You can tackle the freeloading problem with a reputation scheme. The participants in the swarm can report on how helpful their peers are. The system can create statistics on those reports. The statistic for a given peer become his reputation. In networks where peers have durable identities and participate over long periods this is probably sufficient to reduce freeloading to reasonable levels. Though you would still need generous participants to enable new participants to enter the swarms.

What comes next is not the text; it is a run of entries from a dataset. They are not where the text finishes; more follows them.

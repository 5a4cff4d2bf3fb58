import { mkdtempSync, rmSync } from 'node:fs'
import { tmpdir } from 'node:os'
import { join } from 'node:path'
import { and, eq } from 'drizzle-orm'
import { afterAll } from 'vitest'
import type { Database } from '~/db/client.server'
import { anchors, climbAnchors, climbs } from '~/db/schema/crags'
import { people } from '~/db/schema/people'
import { findViewer, startSession } from '~/people/sessions.server'
import type { Act } from '~/record/act'
import { toAct } from '~/record/acts.server'
import type { NewFinding } from '~/reports/report.schema'
import { sendReport } from '~/reports/send.server'
import { seed } from '../../drizzle/seed'

export const now = new Date('2027-05-02T12:00:00.000Z')

export const links = { appUrl: 'http://127.0.0.1:3000', toStatusSecret: (id: string) => `secret-${id}` }

/** The photos of one test file, gone when it is done. */
export const photoDir = mkdtempSync(join(tmpdir(), 'cragfettle-photos-'))
afterAll(() => rmSync(photoDir, { recursive: true, force: true }))

/** Puts the demo of Skerrow in an empty database. */
export async function seedDemo(url: string): Promise<{ photoDir: string }> {
  await seed({ databaseUrl: url, photoDir, now })
  return { photoDir }
}

export async function findPerson(db: Database, email: string) {
  const [row] = await db
    .select({ id: people.id, email: people.email, name: people.name })
    .from(people)
    .where(eq(people.email, email))
  return { ...row!, email: row!.email! }
}

export const actBy = (personId: string | null, at = now): Act =>
  toAct(at, personId === null ? { kind: 'guest', personId } : { kind: 'person', personId })

/** Who looks when this person is signed in. */
export async function viewerOf(db: Database, email: string) {
  const person = await findPerson(db, email)
  const session = await startSession(db, actBy(person.id), person.id)
  return await findViewer(db, { session, guest: null }, now)
}

/** A fixed point of a climb of the demo: a bolt's number or 'lower-off'. */
export async function findPoint(db: Database, climbName: string, at: number | 'lower-off') {
  const kind = at === 'lower-off' ? 'lower_off' : 'bolt'
  const [row] = await db
    .select({
      anchorId: anchors.id,
      code: anchors.code,
      cragId: anchors.cragId,
      climbId: climbs.id,
      climbCode: climbs.code,
    })
    .from(climbs)
    .innerJoin(climbAnchors, eq(climbAnchors.climbId, climbs.id))
    .innerJoin(anchors, eq(anchors.id, climbAnchors.anchorId))
    .where(
      and(
        eq(climbs.name, climbName),
        eq(anchors.kind, kind),
        eq(climbAnchors.ordinal, at === 'lower-off' ? 1 : at),
      ),
    )
  return row!
}

export const groove: NewFinding = {
  kind: 'groove',
  partId: null,
  unit: 'mm',
  low: 3.3,
  high: 3.3,
  method: 'measured',
  edge: 'sharp',
  triedByHand: true,
}

let sent = 0

/** A report of a worn ring on Slack Water's lower-off by a climber of the demo, or by a guest. */
export async function reportRing(
  db: Database,
  given: {
    findings?: NewFinding[]
    guestEmail?: string
    clientKey?: string
    climb?: string
    at?: number | 'lower-off'
  } = {},
) {
  const point = await findPoint(db, given.climb ?? 'Slack Water', given.at ?? 'lower-off')
  const pia = await findPerson(db, 'pia@climbers.example')
  const guest = given.guestEmail !== undefined
  return await sendReport(db, {
    act: actBy(guest ? null : pia.id),
    links,
    clientKey: given.clientKey ?? `test-report-${String(++sent).padStart(12, '0')}`,
    cragId: point.cragId,
    climbId: point.climbId,
    anchorId: point.anchorId,
    place: 'the lower-off on Slack Water, Gannet Wall',
    seenOn: '2027-05-02',
    howSeen: 'on_it',
    words: null,
    findings: given.findings ?? [groove],
    photoKeys: [],
    stagedBy: null,
    person: guest ? null : pia,
    guestEmail: given.guestEmail ?? null,
  })
}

That participants can collaborate to keep an eye on each other. These models are statistical models of the behavior reports. Successful collaborative efforts demand a lot forgiveness and generosity, so for many measures it’s not a problem that the models are only estimates. What you sum up into the participants reputations will define what the participants aspire to. For example if you model how long a participant stays in the swarm and you can create incentives to stay longer.

The standard solution to middleman problems is to insist on validation end-to-end. That’s one reason the .torrent files in BitTorrent have checksums in them. An intermediary can’t modify the distributed file without the end user noticing.

I’m interested in how to use swarming approaches on streaming data; for example video or audio broadcast, blog pings, weather or other sensor networks. Harder to get an end to end solution for these streams. The broadcaster could sign every packet, I guess, but that would put significantly add to the costs.

Another possible approach is to assure that the checksums and the packets they validate travel by different and hard to predict routes. Participants can report on their peers adherence to a rule that checksum’s should never travel with their associated packets.